Libya’s rival prime minister could ban UN envoy, complicating peace talks
Libya’s rival government in Tripoli, led by Omar al-Hassi, may forbid UN Special Representative Bernardino Leon from entering territory it controls, a move that could make it harder to negotiate an end to the current political crisis. Al-Hassi’s government said it could restrict Leon’s entry to Libya unless he recognizes the Supreme Court ruling that rendered the House of Representatives void, saying that his refusal to do disrespected Libyan law. Al-Hassi’s foreign minister accused the UN Security Council of double standards for labeling Ansar al-Sharia but not Khalifa Haftar as terrorists. [Reuters, 11/25/2014]
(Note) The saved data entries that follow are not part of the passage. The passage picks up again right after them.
/**
 * Tails and quantiles computed with 40 digits of working precision by an independent library (mpmath), and the first
 * numbers of the generator behind SIMULATEU.
 */
import { normalAbove, normalTwoSided } from "../../src/core/numeric/normal";
import { studentTwoSided } from "../../src/core/numeric/student";
import { stateFromSeed, xoshiro128 } from "../../src/core/numeric/xoshiro128";
import type { PublishedSet } from "./published-value";

/** Two-sided quantiles of Student's t. */
// biome-ignore format: one row a line
const studentQuantiles: readonly (readonly [dof: number, inside: number, t: number])[] = [
  [3, 0.5, 0.7648923284043453],
  [3, 0.9973, 9.218701822037348],
  [5, 0.95, 2.5705818356363155],
  [7, 0.9973, 4.529910402646552],
  [16, 0.95, 2.1199052992212546],
  [19, 1 - 2 ** -20, 7.093074914451616],
  [30, 0.5, 0.6827556933212926],
  [50, 0.95, 2.008559112100761],
  [101, 0.9973, 3.0759534494488396],
  [400, 0.5, 0.6751035842407485],
  [400, 1 - 2 ** -20, 4.978655987055913],
  [999, 0.95, 1.96234146113345],
  [999, 1 - 2 ** -20, 4.9318178053383255],
  [1000, 0.5, 0.6747351646070094],
  [1000, 0.9973, 3.007494111288684],
  [1000, 1 - 2 ** -20, 4.9317867831743785],
  [20000, 0.95, 1.9600826051581353],
];

/** 1 − Φ(z). */
// biome-ignore format: one row a line
export const normalTails: readonly (readonly [z: number, above: number])[] = [
  [-8, 0.9999999999999993],
  [-1, 0.8413447460685429],
  [0, 0.5],
  [0.5, 0.3085375387259869],
  [1, 0.15865525393145705],
  [1.96, 0.024997895148220435],
  [2, 0.02275013194817921],
  [2.5, 0.006209665325776135],
  [2.6, 0.00466118802371875],
  [3, 0.0013498980316300946],
  [5, 2.866515718791939e-7],
  [8, 6.220960574271784e-16],
  [12, 1.776482112077679e-33],
  [20, 2.7536241186062337e-89],
  [37, 5.725571222524577e-300],
];

/** Two-sided quantiles of the normal distribution. */
// biome-ignore format: one row a line
const normalQuantiles: readonly (readonly [inside: number, z: number])[] = [
  [0.5, 0.6744897501960817],
  [0.9, 1.6448536269514726],
  [0.95, 1.9599639845400543],
  [0.99, 2.575829303548901],
  [0.9973, 2.999976992703393],
];

/** The first numbers of xoshiro128** from the state 1, 2, 3, 4. */
// biome-ignore format: as printed
const vector: readonly number[] = [
  11520, 0, 5927040, 70819200, 2031721883, 1637235492, 1287239034, 3734860849, 3729100597, 4258142804,
];

const hexadecimal = (words: Iterable<number>): string =>
  [...words].map((word) => (word >>> 0).toString(16).toUpperCase()).join(" ");

type Row = readonly [what: string, published: number, ours: () => number];

/** Agreement is a share of the value. */
const computed = (source: string, compared: string, share: number, rows: readonly Row[]): PublishedSet => ({
  source: `${source} (an independent library, 40 digits)`,
  origin: "computed",
  compared: `${compared}, to ${String(share).replace("e", "E")} of it`,
  values: rows.map(([what, published, ours]) => ({
    what,
    unit: "",
    published,
    tolerance: share * published,
    ours,
  })),
});

export const distributionSets: readonly PublishedSet[] = [
  computed(
    "Student's t distribution",
    "two-sided quantile",
    1e-12,
    studentQuantiles.map(([dof, inside, t]) => [
      `ν = ${dof}, ${inside === 1 - 2 ** -20 ? "1 − 2^−20" : inside} inside`,
      t,
      () => studentTwoSided(inside, dof),
    ]),
  ),
  computed(
    "the normal distribution, upper tail",
    "1 − Φ(z)",
    1e-13,
    normalTails.map(([z, above]) => [`z = ${z}`, above, () => normalAbove(z)]),
  ),
  computed(
    "the normal distribution, two-sided quantiles",
    "quantile",
    1e-13,
    normalQuantiles.map(([inside, z]) => [`${inside} inside`, z, () => normalTwoSided(inside)]),
  ),
  {
    source: "xoshiro128**, its authors' program from the state 1, 2, 3, 4 (rand_xoshiro test vector)",
    origin: "print",
    compared: "the first ten numbers",
    values: vector.map((published, i) => ({
      what: `number ${i + 1}`,
      unit: "",
      published,
      decimals: 0,
      tolerance: 0,
      ours: () => Array.from({ length: i + 1 }, xoshiro128([1, 2, 3, 4]))[i],
    })),
  },
  {
    source: "SplitMix64, which seeds it",
    origin: "memory",
    compared: "first two words for seed 0, low half first",
    values: [
      {
        what: "E220A8397B1DCDAF, 6E789E6AA1B965F4",
        unit: "",
        published: "7B1DCDAF E220A839 A1B965F4 6E789E6A",
        ours: () => hexadecimal(stateFromSeed(0)),
      },
    ],
  },
];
Second air strike hits airport in Tripoli
An air strike hit the last functioning commercial airport in the Libyan capital of Tripoli for a second consecutive day, halting flights. An armed group loyal to Libya’s internationally recognized government claimed responsibility. Khalifa Haftar, who heads Operation Dignity, has been using his warplanes to attack targets mainly in the eastern city of Benghazi and more recently in western Libya. His forces say their opponents have been using Tripoli’s Mitiga airport for military purposes. [Reuters, 11/25/2014]

House of Representatives reinstates Haftar into Libyan army
The House of Representatives reinstated General Khalifa Haftar, the head of Operation Dignity, and Brigadier Saqr Geroushi, air force commander, into the national armed forces as part of what one parliamentarian said is a wider move to reinstate officers into the Libyan army. The reinstatement removes questions of the authority under which Haftar operates going forward. It has been reported that, in response to the move, a Tripoli prosecutor has issued an arrest warrant for Haftar. [Libya Herald, 11/24/2014]

Malta pulls remaining diplomats from Libya
Malta decided to pull its two remaining diplomats from Tripoli and to close its embassy there. Last week, the foreign ministry had also asked its ambassador to Libya to come to Malta for political consultations, denying reports that it was shutting down its diplomatic presence in Libya. In a statement earlier this month, Maltese authorities emphasized that they had never, and will never, interfere in Libya’s internal affairs, but regretfully noted that its diplomatic mission was subjected to increasing political pressure in the exercise of their official duties. [Libya Business News, 11/24/2014]

Tunisia’s Essebsi wins first presidential round, heads for run-off
Nidaa Tounes party leader, Beji Caid Essebsi beat incumbent President Moncef Marzouki in the first round of landmark presidential elections, but the two men will have to meet again in a December run-off, early results showed on Tuesday. Essebsi got 39.46 percent in Sunday’s poll, short of the needed overall majority but ahead of Marzouki, who got 33.4 percent, according to initial figures released by the country’s electoral commission. [Reuters, 11/24/2014]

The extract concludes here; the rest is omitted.